Collected data
[Start of Attachment]
"""Convergence radius in λ of a perturbation series from its coefficients.

:func:`convergence_radius` for a power series, :func:`level_convergence_radius` for a level of
``H0 + λ V`` (its Rayleigh–Schrödinger series, or the effective-Hamiltonian series of its
group).

References
----------
.. [K66] T. Kato, *Perturbation Theory for Linear Operators*, Springer (1966), ch. II
   (convergence radius, exceptional points).
.. [BGM] G. A. Baker and P. Graves-Morris, *Padé Approximants*, 2nd ed., Cambridge (1996).
"""

from __future__ import annotations

import numpy as np
from numpy.typing import ArrayLike, NDArray
from scipy.interpolate import pade

from .common import DEFAULT_DEGENERACY_TOL, FloatArray, _single
from .lowdin import effective_hamiltonian_series
from .rs import rs_energy_series

__all__ = ["BRANCH_EXPONENT", "RADIUS_AGREEMENT", "convergence_radius", "level_convergence_radius"]


#: Exponent of the power-law prefactor of the coefficients, ``c_p ~ p^α r^-p``. A generic
#: exceptional point is a square-root branch point, ``E(λ) ≈ E* + a (λ - λ*)^(1/2)``, whose
#: Taylor coefficients about 0 fall as ``p^(-3/2) |λ*|^-p`` (Darboux's method; P. Flajolet and
#: R. Sedgewick, *Analytic Combinatorics*, Cambridge 2009, Thm. VI.1). Fixed, not fitted: a
#: free ``α log p`` term is nearly collinear with ``p`` over p = 10-30 and made the old fit
#: unstable.
BRANCH_EXPONENT: float = -1.5

#: Largest ratio between the root-test and the conjugate-pair estimates for which the radius is
#: reported; beyond it the radius is undetermined (NaN). On 400 random 8x8 problems (30 orders)
#: the ratio has median 1.016 and maximum 1.19, and the pair estimate is within 9.4 % of the
#: true radius on all of them (tests/test_perturbation_radius.py).
RADIUS_AGREEMENT: float = 1.25

#: Relative size below which a Hankel determinant ``c_p c_{p+2} - c_{p+1}^2`` is cancellation.
_HANKEL_CANCEL = 1e-10


def _structural_zeros(mags: FloatArray, zero_tol: float) -> NDArray[np.bool_]:
    """Coefficients that are rounding noise next to much larger neighbours (within 2 orders)."""
    padded = np.pad(mags, 2)
    neigh = np.max(np.stack([padded[s : s + mags.size] for s in (0, 1, 3, 4)]), axis=0)
    return mags <= zero_tol * neigh


def _upper_two_thirds(p: FloatArray) -> NDArray[np.bool_]:
    tail = p >= p[0] + (p[-1] - p[0]) / 3.0
    return tail if tail.sum() >= 2 else np.ones(p.size, dtype=bool)


def _line_fit(p: FloatArray, y: FloatArray) -> tuple[float, float]:
    """Least-squares ``y = a + b p`` over the upper two thirds of the points; (a, b)."""
    tail = _upper_two_thirds(p)
    b, a = np.polyfit(p[tail], y[tail], 1)
    return float(a), float(b)


def _usable_terms(mags: FloatArray, order: FloatArray, zero_tol: float,
                  floor: float) -> tuple[NDArray[np.bool_], NDArray[np.bool_]] | None:
    """Masks (kept, structural zero) of the coefficients to fit; None for a terminating series.

    Structural zeros are rounding noise next to much larger neighbours (odd orders that vanish
    by symmetry). Coefficients below ``floor`` times the largest are kept only where they
    continue (within a factor 1e3) the decay fitted to the larger ones, as the accurate small
    terms of a fast series do; if none does although the decay says at least three further
    terms should be resolvable, the series terminates.
    """
    structural = _structural_zeros(mags, zero_tol)
    keep = (mags > floor * mags.max()) & ~structural
    if keep.sum() < 2:
        return None
    with np.errstate(divide="ignore"):
        logm = np.log(mags)
    shift = BRANCH_EXPONENT * np.log(order)
    a, b = _line_fit(order[keep], logm[keep] - shift[keep])
    last = int(order[keep][-1])
    after = order > last
    trend = a + b * order + shift
    extend = ~keep & ~structural & after & (np.abs(logm - trend) < np.log(1e3))
    if after.sum() >= 3 and not extend.any():
        if np.max(trend[after]) > np.log(1e4 * floor * mags.max()):
            return None
    return keep | extend, structural


def _root_radius(mags: FloatArray, order: FloatArray, keep: NDArray[np.bool_]) -> float:
    """Root test: ``log|c_p| - α log p = a - p log R`` by least squares over the tail."""
    _, b = _line_fit(order[keep], np.log(mags[keep]) - BRANCH_EXPONENT * np.log(order[keep]))
    return float(np.exp(-b))


def _pair_radius(c: NDArray, order: FloatArray, keep: NDArray[np.bool_],
                 structural: NDArray[np.bool_]) -> float:
    """Conjugate-pair estimate from the Hankel determinants ``D_p = c_p c_{p+2} - c_{p+1}^2``.

    For ``c_p = A p^α r^-p cos(pθ + φ)`` (a complex-conjugate pair of branch points at
    ``r e^{±iθ}``) the oscillation cancels: ``D_p ≈ -A² p^{2α} r^{-2p-2} sin²θ``, so
    ``log|D_p| - 2α log p = a - 2p log r`` is a straight line whatever θ and φ (Hadamard's
    theorem on Hankel determinants; P. Henrici, *Applied and Computational Complex Analysis*,
    vol. 1, Wiley 1974, §7.5, from memory). Where all ``D_p`` cancel (a rank-one sequence, a
    single pole) the ratio of successive terms is used instead.
    """
    cc = np.where(structural, 0.0, c)
    use = keep | structural
    valid = use[:-2] & use[1:-1] & use[2:]
    d = cc[:-2] * cc[2:] - cc[1:-1] ** 2
    scale = np.maximum(np.abs(cc[:-2] * cc[2:]), np.abs(cc[1:-1]) ** 2)
    ok = valid & (np.abs(d) > _HANKEL_CANCEL * scale) & (scale > 0)
    if ok.sum() >= 3:
        p = order[:-2][ok]
        _, b = _line_fit(p, np.log(np.abs(d[ok])) - 2 * BRANCH_EXPONENT * np.log(p))
        return float(np.exp(-b / 2))
    _, b = _line_fit(order[keep], np.log(np.abs(c[keep])))
    return float(np.exp(-b))


def _checked(root: float, pair: float, agreement: float) -> float:
    """The pair estimate where it agrees with the root test within ``agreement``, else NaN."""
    if not (np.isfinite(root) and np.isfinite(pair)) or root <= 0 or pair <= 0:
        return np.nan
    return pair if max(root / pair, pair / root) <= agreement else np.nan


def _pade_radius(coeffs: NDArray, r0: float) -> float:
    """Smallest genuine pole modulus of a diagonal Padé approximant of the series."""
    n_terms = coeffs.size
    scaled = coeffs * r0 ** np.arange(n_terms, dtype=float)  # series in λ / r0, terms O(1)
    for m in range(min(20, (n_terms - 1) // 2), 0, -1):
        try:
            num, den = pade(scaled[: 2 * m + 1], m, m)
        except np.linalg.LinAlgError:
            continue  # degenerate Padé table (e.g. odd m for an even series)
        poles = np.roots(den.coeffs)
        zeros = np.roots(num.coeffs) if num.order > 0 else np.array([])
        good = [
            abs(z)
            for z in poles
            if abs(z) > 0.0
            and not (zeros.size and np.min(np.abs(zeros - z)) < 1e-3 * abs(z))  # Froissart
        ]
        return float(min(good)) * r0 if good else np.inf
    return np.inf


def convergence_radius(
    coefficients: ArrayLike,
    *,
    method: str = "checked",
    zero_tol: float = 1e-9,
    floor: float = 1e-13,
    agreement: float = RADIUS_AGREEMENT,
) -> float:
    r"""Radius of convergence in λ of :math:`\sum_p c_p \lambda^p` from finitely many terms.

    Two estimators, both fitted over the upper two thirds of the usable orders
    :math:`p \ge 1` (:math:`c_0` is ignored):

    * root test (``method="root"``): Cauchy–Hadamard, :math:`R = 1/\limsup |c_p|^{1/p}`, as
      the least-squares line :math:`\log|c_p| + \tfrac32 \log p = a - p \log R`. The
      :math:`p^{-3/2}` prefactor of a square-root branch point (a generic exceptional point)
      is fixed, not fitted (:data:`BRANCH_EXPONENT`). Stable, but where the nearest
      singularities are a complex-conjugate pair :math:`r e^{\pm i\theta}` the terms
      oscillate as :math:`\cos(p\theta + \phi)` and the dips bias it;
    * conjugate pair (``method="pair"``): the line through
      :math:`\log|c_p c_{p+2} - c_{p+1}^2| + 3\log p = a - 2p\log R`, in which that
      oscillation cancels exactly (see :func:`_pair_radius`; Hadamard's theorem on Hankel
      determinants, Henrici 1974, §7.5).

    ``method="checked"`` (default) returns the conjugate-pair value when the two agree within
    the factor ``agreement`` and NaN (undetermined) otherwise: a radius is either right or
    says it does not know. For a Hermitian problem :math:`H_0 + \lambda V` the exceptional
    points come in complex-conjugate pairs, so the pair estimate is the apt one and the root
    test is its independent check. ``method="pade"``: modulus of the nearest pole of the
    diagonal Padé approximant (at most [20/20]) of the series rescaled by the root-test radius,
    poles cancelled by a nearby zero discarded (Baker & Graves-Morris, *Padé Approximants*,
    1996); its poles line up along the cut of a branch point, starting just beyond it.

    Rounding noise is dropped before fitting: coefficients below ``zero_tol`` times a neighbour
    within two orders (odd orders that vanish by symmetry), and those below ``floor`` times the
    largest :math:`|c_p|` unless they continue (within a factor 1e3) the fitted decay, as the
    accurate small terms of a fast series do. Returns ``np.inf`` for a terminating series:
    fewer than two non-zero coefficients with :math:`p \ge 1`, or all coefficients zero after
    the last non-zero one although the fitted decay says they should be resolvable (at least
    three such orders).

    Parameters
    ----------
    coefficients : array_like, shape (N,)
        :math:`c_0, c_1, \dots` (real or complex).
    method : {"checked", "root", "pair", "pade"}
    zero_tol, floor : float
        Noise thresholds described above.
    agreement : float
        Largest ratio of the two estimates accepted by ``method="checked"``.

    Returns
    -------
    float
        Estimated radius, ``inf`` for a terminating series, NaN if undetermined (Kato,
        *Perturbation Theory for Linear Operators*, 1966, ch. II: for an eigenvalue series it
        is the distance to the nearest exceptional point on the level's branch).
    """
    c = np.asarray(coefficients)
    if c.ndim != 1:
        raise ValueError("coefficients must be 1-D")
    if not np.all(np.isfinite(c)):
        raise ValueError("coefficients must be finite")
    if method not in ("checked", "root", "pair", "pade"):
        raise ValueError(f"unknown method {method!r}")
    if not agreement >= 1.0:
        raise ValueError(f"agreement must be >= 1, got {agreement}")
    mags = np.abs(c[1:]).astype(float)
    if mags.size == 0 or mags.max() == 0.0:
        return np.inf
    order = np.arange(1, c.size, dtype=float)
    usable = _usable_terms(mags, order, zero_tol, floor)
    if usable is None:
        return np.inf
    keep, structural = usable
    root = _root_radius(mags, order, keep)
    if method == "root":
        return root
    if method == "pade":
        return _pade_radius(c.astype(complex), root)
    pair = _pair_radius(c[1:], order, keep, structural)
    return pair if method == "pair" else _checked(root, pair, agreement)


def level_convergence_radius(
    e0: ArrayLike,
    v: ArrayLike,
    index: int,
    max_order: int = 30,
    *,
    degeneracy_tol: float = DEFAULT_DEGENERACY_TOL,
    method: str = "checked",
    subspace: ArrayLike | None = None,
    agreement: float = RADIUS_AGREEMENT,
) -> float:
    r"""Convergence radius in λ of the perturbation series of one level of ``H0 + λV``.

    A non-degenerate level: :func:`convergence_radius` of its Rayleigh–Schrödinger energy
    coefficients (:func:`rs_energy_series`). The series converges at the physical point iff
    the radius exceeds 1; the radius is the modulus of the nearest exceptional point of
    :math:`H(\lambda)` in the complex λ plane at which the branch continued from this level
    meets another (Kato 1966, ch. II). NaN when the two estimators disagree (undetermined).

    A level degenerate (within ``degeneracy_tol``) with others: its individual series need not
    exist, so the radius returned is that of the matrix series of the group's effective
    Hamiltonian, :math:`\sum_p \lambda^p H^{(p)}` (:func:`effective_hamiltonian_series`),
    estimated by the root test on the spectral norms :math:`\|H^{(p)}\|_2`, checked by the
    conjugate-pair estimate on the trace :math:`\mathrm{tr}\,H^{(p)}` (NaN if they disagree
    by more than ``agreement``). This is the radius of the quasi-degenerate (Löwdin) treatment
    used by :func:`perturbative_levels`: the nearest λ at which a level of the group meets a
    level outside it (Kato 1966, ch. II: the group's spectral projector is analytic until
    then); crossings among the group's own levels do not limit it. For a group of one it is the
    RS result.

    Parameters
    ----------
    e0 : array_like, shape (n,)
    v : array_like, shape (n, n)
    index : int
    max_order : int
        Number of orders computed (the tail fit uses the upper two thirds).
    degeneracy_tol : float
    method : {"checked", "root", "pair", "pade"}
        See :func:`convergence_radius` ("pade" for a single level only).
    subspace : array_like of int, optional
        The group the level is treated in (e.g. from :func:`group_levels`, which also joins
        strongly coupled levels); default: the levels degenerate with it.
    agreement : float
        See :func:`convergence_radius`.

    Returns
    -------
    float
        Radius; ``inf`` for a terminating series, NaN if undetermined.
    """
    e, vv = _single(e0, v, 1.0)
    if not 0 <= index < e.size:
        raise ValueError(f"index {index} out of range for {e.size} levels")
    if subspace is None:
        group = np.flatnonzero(np.abs(e - e[index]) <= degeneracy_tol)
    else:
        group = np.unique(np.asarray(subspace, dtype=np.intp))
        if index not in group:
            raise ValueError("subspace must contain index")
    if group.size == 1:
        coeffs = rs_energy_series(e, vv, index, max_order, degeneracy_tol=degeneracy_tol)
        return convergence_radius(coeffs, method=method, agreement=agreement)
    if method == "pade":
        raise ValueError("method 'pade' needs a single level, not a group")
    series = effective_hamiltonian_series(
        e, vv, group, max_order, degeneracy_tol=degeneracy_tol
    )
    norms = np.array([np.linalg.norm(h, 2) for h in series])
    root = convergence_radius(norms, method="root")
    if method == "root" or not np.isfinite(root):
        return root
    trace = np.real(np.trace(series, axis1=1, axis2=2))
    pair = convergence_radius(trace, method="pair")
    if not np.isfinite(pair):  # the trace may terminate (e.g. a traceless coupling)
        pair = convergence_radius(np.real(series[:, 0, 0]), method="pair")
    return pair if method == "pair" else _checked(root, pair, agreement)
[End of Attachment]
# Problem statement
Which lines of the records hold the string "func"? Copy each one.

# Written response
:func:`convergence_radius` for a power series, :func:`level_convergence_radius` for a level of
      oscillation cancels exactly (see :func:`_pair_radius`; Hadamard's theorem on Hankel
    A non-degenerate level: :func:`convergence_radius` of its Rayleigh–Schrödinger energy
    coefficients (:func:`rs_energy_series`). The series converges at the physical point iff
    Hamiltonian, :math:`\sum_p \lambda^p H^{(p)}` (:func:`effective_hamiltonian_series`),
    used by :func:`perturbative_levels`: the nearest λ at which a level of the group meets a
        See :func:`convergence_radius` ("pade" for a single level only).
        The group the level is treated in (e.g. from :func:`group_levels`, which also joins
        See :func:`convergence_radius`.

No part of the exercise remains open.